[THE TASK]
Tally the lines of the entries in which the string "caller" occurs, and say only how many.

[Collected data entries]
::::::::::

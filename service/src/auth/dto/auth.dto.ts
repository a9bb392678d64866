import { ApiProperty } from '@nestjs/swagger';
import { Transform } from 'class-transformer';
import { IsEmail, IsString, MaxLength, MinLength } from 'class-validator';
import type {
  PasswordResetConfirmBody,
  PasswordResetRequestBody,
  RegisterBody,
  SignInBody,
} from '@foldfolio/shared';

const trimLower = ({ value }: { value: unknown }) =>
  typeof value === 'string' ? value.trim().toLowerCase() : value;
const trim = ({ value }: { value: unknown }) => (typeof value === 'string' ? value.trim() : value);

// 254 characters: the longest usable address (RFC 5321 path limit, via RFC 3696 errata).
const EMAIL_MAX = 254;
const EMAIL_MSG = 'Enter an e-mail address such as name@example.org.';
// 10 characters minimum: NIST SP 800-63B asks for at least 8; we ask a little more.
const PASSWORD_MIN = 10;
const PASSWORD_MAX = 200;

export class EmailField {
  @ApiProperty({ example: 'ada@lab.example', maxLength: EMAIL_MAX })
  @Transform(trimLower)
  @IsString({ message: EMAIL_MSG })
  @MaxLength(EMAIL_MAX, { message: `Use an e-mail address of at most ${EMAIL_MAX} characters.` })
  @IsEmail({}, { message: EMAIL_MSG })
  email: string;
}

export class RegisterDto extends EmailField implements RegisterBody {
  @ApiProperty({ example: 'Ada Quarrington', maxLength: 100 })
  @Transform(trim)
  @IsString({ message: 'Enter your name as coauthors should see it.' })
  @MinLength(1, { message: 'Enter your name as coauthors should see it.' })
  @MaxLength(100, { message: 'Shorten your name to at most 100 characters.' })
  displayName: string;

  @ApiProperty({ minLength: PASSWORD_MIN, maxLength: PASSWORD_MAX })
  @IsString({ message: `Choose a password of at least ${PASSWORD_MIN} characters.` })
  @MinLength(PASSWORD_MIN, { message: `Choose a password of at least ${PASSWORD_MIN} characters.` })
  @MaxLength(PASSWORD_MAX, { message: `Use a password of at most ${PASSWORD_MAX} characters.` })
  password: string;
}

export class SignInDto extends EmailField implements SignInBody {
  @ApiProperty()
  @IsString({ message: 'Enter your password.' })
  @MinLength(1, { message: 'Enter your password.' })
  @MaxLength(PASSWORD_MAX, { message: `Use a password of at most ${PASSWORD_MAX} characters.` })
  password: string;
}

export class PasswordResetRequestDto extends EmailField implements PasswordResetRequestBody {}

export class PasswordResetConfirmDto implements PasswordResetConfirmBody {
  @ApiProperty()
  @IsString({ message: 'Open the link from the reset e-mail again.' })
  @MinLength(20, {
    message: 'Open the link from the reset e-mail again; this token is incomplete.',
  })
  @MaxLength(100, { message: 'Open the link from the reset e-mail again; this token is not ours.' })
  token: string;

  @ApiProperty({ minLength: PASSWORD_MIN, maxLength: PASSWORD_MAX })
  @IsString({ message: `Choose a password of at least ${PASSWORD_MIN} characters.` })
  @MinLength(PASSWORD_MIN, { message: `Choose a password of at least ${PASSWORD_MIN} characters.` })
  @MaxLength(PASSWORD_MAX, { message: `Use a password of at most ${PASSWORD_MAX} characters.` })
  password: string;
}
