import { ConflictException, Injectable, NotFoundException } from '@nestjs/common';
import { InjectDataSource, InjectRepository } from '@nestjs/typeorm';
import { DataSource, EntityManager, Repository } from 'typeorm';
import type { ManuscriptDto, MemberDto, MembershipRole } from '@foldfolio/shared';
import { newId } from '../common/tokens.js';
import { User } from '../users/user.entity.js';
import { Manuscript } from './manuscript.entity.js';
import { Membership } from './membership.entity.js';

interface ManuscriptRow {
  id: string;
  title: string;
  status: 'active' | 'archived';
  role: MembershipRole;
  created_at: Date;
  last_activity_at: Date;
  member_count: string | number;
}

function toDto(r: ManuscriptRow): ManuscriptDto {
  return {
    id: r.id,
    title: r.title,
    status: r.status,
    role: r.role,
    memberCount: Number(r.member_count),
    createdAt: new Date(r.created_at).toISOString(),
    lastActivityAt: new Date(r.last_activity_at).toISOString(),
  };
}

const LAST_OWNER =
  'A manuscript needs at least one owner. Make another member an owner first, then try again.';

@Injectable()
export class ManuscriptsService {
  constructor(
    @InjectRepository(Manuscript) private readonly manuscripts: Repository<Manuscript>,
    @InjectRepository(Membership) private readonly memberships: Repository<Membership>,
    @InjectDataSource() private readonly db: DataSource,
  ) {}

  async create(user: User, title: string): Promise<ManuscriptDto> {
    const id = newId();
    const now = new Date();
    await this.db.transaction(async (m) => {
      await m.insert(Manuscript, {
        id,
        title,
        status: 'active',
        createdBy: user.id,
        lastActivityAt: now,
      });
      await m.insert(Membership, { id: newId(), manuscriptId: id, userId: user.id, role: 'owner' });
    });
    return this.getForUser(id, user.id);
  }

  /** The caller's manuscripts with their role, newest activity first. */
  async listForUser(userId: string, includeArchived: boolean): Promise<ManuscriptDto[]> {
    const rows: ManuscriptRow[] = await this.db.query(
      `SELECT ms.id, ms.title, ms.status, m.role, ms.created_at, ms.last_activity_at,
              (SELECT COUNT(*) FROM memberships x WHERE x.manuscript_id = ms.id) AS member_count
       FROM memberships m JOIN manuscripts ms ON ms.id = m.manuscript_id
       WHERE m.user_id = ? ${includeArchived ? '' : "AND ms.status = 'active'"}
       ORDER BY ms.last_activity_at DESC, ms.id`,
      [userId],
    );
    return rows.map(toDto);
  }

  async getForUser(manuscriptId: string, userId: string): Promise<ManuscriptDto> {
    const rows: ManuscriptRow[] = await this.db.query(
      `SELECT ms.id, ms.title, ms.status, m.role, ms.created_at, ms.last_activity_at,
              (SELECT COUNT(*) FROM memberships x WHERE x.manuscript_id = ms.id) AS member_count
       FROM memberships m JOIN manuscripts ms ON ms.id = m.manuscript_id
       WHERE m.user_id = ? AND ms.id = ?`,
      [userId, manuscriptId],
    );
    if (rows.length === 0) {
      throw new NotFoundException('No manuscript with this address is shared with you.');
    }
    return toDto(rows[0]);
  }

  async rename(manuscriptId: string, userId: string, title: string): Promise<ManuscriptDto> {
    const ms = await this.manuscripts.findOneByOrFail({ id: manuscriptId });
    if (ms.status === 'archived') {
      throw new ConflictException('This manuscript is archived. Restore it first, then rename it.');
    }
    await this.manuscripts.update({ id: manuscriptId }, { title, lastActivityAt: new Date() });
    return this.getForUser(manuscriptId, userId);
  }

  async setStatus(
    manuscriptId: string,
    userId: string,
    status: 'active' | 'archived',
  ): Promise<ManuscriptDto> {
    await this.manuscripts.update({ id: manuscriptId }, { status, lastActivityAt: new Date() });
    return this.getForUser(manuscriptId, userId);
  }

  async touch(manuscriptId: string, m: EntityManager = this.db.manager): Promise<void> {
    await m.update(Manuscript, { id: manuscriptId }, { lastActivityAt: new Date() });
  }

  async members(manuscriptId: string): Promise<MemberDto[]> {
    const rows = await this.memberships.find({
      where: { manuscriptId },
      relations: { user: true },
      order: { createdAt: 'ASC' },
    });
    return rows.map((r) => ({
      userId: r.userId,
      email: r.user?.email ?? '',
      displayName: r.user?.displayName ?? '',
      role: r.role,
      joinedAt: r.createdAt.toISOString(),
    }));
  }

  /** Adds a member, or keeps the better of the two roles if they are one already. */
  async addMember(
    m: EntityManager,
    manuscriptId: string,
    userId: string,
    role: MembershipRole,
  ): Promise<MembershipRole> {
    const existing = await m.findOneBy(Membership, { manuscriptId, userId });
    if (existing) return existing.role;
    await m.insert(Membership, { id: newId(), manuscriptId, userId, role });
    await this.touch(manuscriptId, m);
    return role;
  }

  async changeRole(manuscriptId: string, userId: string, role: MembershipRole): Promise<MemberDto> {
    await this.db.transaction(async (m) => {
      const target = await this.lockMember(m, manuscriptId, userId);
      if (target.role === 'owner' && role !== 'owner') await this.ensureOtherOwner(m, manuscriptId);
      await m.update(Membership, { id: target.id }, { role });
      await this.touch(manuscriptId, m);
    });
    const members = await this.members(manuscriptId);
    return members.find((x) => x.userId === userId) as MemberDto;
  }

  async removeMember(manuscriptId: string, userId: string): Promise<void> {
    await this.db.transaction(async (m) => {
      const target = await this.lockMember(m, manuscriptId, userId);
      if (target.role === 'owner') await this.ensureOtherOwner(m, manuscriptId);
      await m.delete(Membership, { id: target.id });
      await this.touch(manuscriptId, m);
    });
  }

  private async lockMember(m: EntityManager, manuscriptId: string, userId: string) {
    // Lock the manuscript's memberships so two owners demoting each other cannot leave none.
    const rows = await m
      .getRepository(Membership)
      .createQueryBuilder('m')
      .setLock('pessimistic_write')
      .where('m.manuscript_id = :manuscriptId', { manuscriptId })
      .getMany();
    const target = rows.find((r) => r.userId === userId);
    if (!target) {
      throw new NotFoundException(
        'This person is not a member of the manuscript. Reload the list.',
      );
    }
    return target;
  }

  private async ensureOtherOwner(m: EntityManager, manuscriptId: string): Promise<void> {
    const owners = await m.countBy(Membership, { manuscriptId, role: 'owner' });
    if (owners <= 1) throw new ConflictException(LAST_OWNER);
  }
}
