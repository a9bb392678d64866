import { Body, Controller, Delete, Get, HttpCode, Param, Patch, Post } from '@nestjs/common';
import { ApiBearerAuth, ApiTags } from '@nestjs/swagger';
import type { MemberDto } from '@foldfolio/shared';
import { CurrentUser } from '../common/request-user.js';
import { idParam } from '../common/validation.js';
import { User } from '../users/user.entity.js';
import { ChangeRoleDto } from './dto/manuscript.dto.js';
import { AnyMember, ManuscriptRoles } from './manuscript-roles.js';
import { ManuscriptsService } from './manuscripts.service.js';

@ApiTags('members')
@ApiBearerAuth()
@Controller('manuscripts/:manuscriptId')
export class MembersController {
  constructor(private readonly manuscripts: ManuscriptsService) {}

  @AnyMember()
  @Get('members')
  list(@Param('manuscriptId') id: string): Promise<MemberDto[]> {
    return this.manuscripts.members(id);
  }

  @ManuscriptRoles('owner')
  @Patch('members/:userId')
  changeRole(
    @Param('manuscriptId') id: string,
    @Param('userId', idParam('member')) userId: string,
    @Body() dto: ChangeRoleDto,
  ): Promise<MemberDto> {
    return this.manuscripts.changeRole(id, userId, dto.role);
  }

  @ManuscriptRoles('owner')
  @HttpCode(204)
  @Delete('members/:userId')
  async remove(
    @Param('manuscriptId') id: string,
    @Param('userId', idParam('member')) userId: string,
  ): Promise<void> {
    await this.manuscripts.removeMember(id, userId);
  }

  /** Any member may leave; the last owner may not. */
  @AnyMember()
  @HttpCode(204)
  @Post('leave')
  async leave(@Param('manuscriptId') id: string, @CurrentUser() user: User): Promise<void> {
    await this.manuscripts.removeMember(id, user.id);
  }
}
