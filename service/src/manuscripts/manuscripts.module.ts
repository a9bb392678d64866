import { Module } from '@nestjs/common';
import { TypeOrmModule } from '@nestjs/typeorm';
import { Manuscript } from './manuscript.entity.js';
import { ManuscriptRoleGuard } from './manuscript-roles.js';
import { ManuscriptsController } from './manuscripts.controller.js';
import { ManuscriptsService } from './manuscripts.service.js';
import { MembersController } from './members.controller.js';
import { Membership } from './membership.entity.js';

@Module({
  imports: [TypeOrmModule.forFeature([Manuscript, Membership])],
  controllers: [ManuscriptsController, MembersController],
  providers: [ManuscriptsService, ManuscriptRoleGuard],
  exports: [ManuscriptsService, ManuscriptRoleGuard, TypeOrmModule],
})
export class ManuscriptsModule {}
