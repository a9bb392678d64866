import {
  type CanActivate,
  type ExecutionContext,
  ForbiddenException,
  Injectable,
  Logger,
  NotFoundException,
  SetMetadata,
  UnauthorizedException,
} from '@nestjs/common';
import { Reflector } from '@nestjs/core';
import { InjectRepository } from '@nestjs/typeorm';
import { Repository } from 'typeorm';
import { MEMBERSHIP_ROLES, type MembershipRole } from '@foldfolio/shared';
import { type AuthedRequest } from '../common/request-user.js';
import { isUuid } from '../common/tokens.js';
import { Membership } from './membership.entity.js';

export const MANUSCRIPT_ROLES = 'foldfolio:manuscript-roles';
/** The route parameter every manuscript route uses for the manuscript's id. */
export const MANUSCRIPT_PARAM = 'manuscriptId';

/** Which membership roles may call this manuscript route. */
export const ManuscriptRoles = (...roles: MembershipRole[]) => SetMetadata(MANUSCRIPT_ROLES, roles);
export const AnyMember = () => ManuscriptRoles(...MEMBERSHIP_ROLES);

const ROLE_NAMES: Record<MembershipRole, string> = {
  owner: 'owner',
  editor: 'editor',
  commenter: 'commenter',
  reviewer: 'reviewer',
};

/**
 * Global guard: every route with a `:manuscriptId` parameter needs a membership of the caller
 * with one of the roles named by @ManuscriptRoles. A route without that decorator is refused
 * (fail closed), so a new route can never be open by accident.
 */
@Injectable()
export class ManuscriptRoleGuard implements CanActivate {
  private readonly log = new Logger('ManuscriptRoleGuard');

  constructor(
    private readonly reflector: Reflector,
    @InjectRepository(Membership) private readonly memberships: Repository<Membership>,
  ) {}

  async canActivate(ctx: ExecutionContext): Promise<boolean> {
    const req = ctx.switchToHttp().getRequest<AuthedRequest>();
    const manuscriptId = (req.params as Record<string, string | undefined>)[MANUSCRIPT_PARAM];
    if (manuscriptId === undefined) return true;
    const allowed = this.reflector.getAllAndOverride<MembershipRole[] | undefined>(
      MANUSCRIPT_ROLES,
      [ctx.getHandler(), ctx.getClass()],
    );
    if (!allowed || allowed.length === 0) {
      this.log.error(`${req.method} ${req.route?.path ?? req.path} has no @ManuscriptRoles`);
      throw new ForbiddenException(
        'This action is not open to any role yet. Tell the Foldfolio developers which route you used.',
      );
    }
    if (!req.user) throw new UnauthorizedException('Sign in to continue.');
    const membership = isUuid(manuscriptId)
      ? await this.memberships.findOneBy({ manuscriptId, userId: req.user.id })
      : null;
    if (!membership) {
      // Same answer whether the manuscript exists or not: non-members learn nothing.
      throw new NotFoundException(
        'No manuscript with this address is shared with you. Check the link, or ask an owner to invite you.',
      );
    }
    if (!allowed.includes(membership.role)) {
      throw new ForbiddenException(
        `Your role on this manuscript (${ROLE_NAMES[membership.role]}) does not allow this. Ask an owner for the ${allowed.join(' or ')} role.`,
      );
    }
    req.membership = membership;
    return true;
  }
}
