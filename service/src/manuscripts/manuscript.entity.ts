import { Column, CreateDateColumn, Entity, PrimaryColumn } from 'typeorm';
import type { ManuscriptStatus } from '@foldfolio/shared';

@Entity('manuscripts')
export class Manuscript {
  @PrimaryColumn({ type: 'char', length: 36 })
  id: string;

  @Column({ type: 'varchar', length: 300 })
  title: string;

  @Column({ type: 'varchar', length: 16 })
  status: ManuscriptStatus;

  @Column({ name: 'created_by', type: 'char', length: 36, nullable: true })
  createdBy: string | null;

  @CreateDateColumn({ name: 'created_at', type: 'datetime', precision: 3 })
  createdAt: Date;

  /** Updated by every change to the manuscript or its members; the Desk sorts by it. */
  @Column({ name: 'last_activity_at', type: 'datetime', precision: 3 })
  lastActivityAt: Date;
}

::::::::::

[RESULT BELOW]
2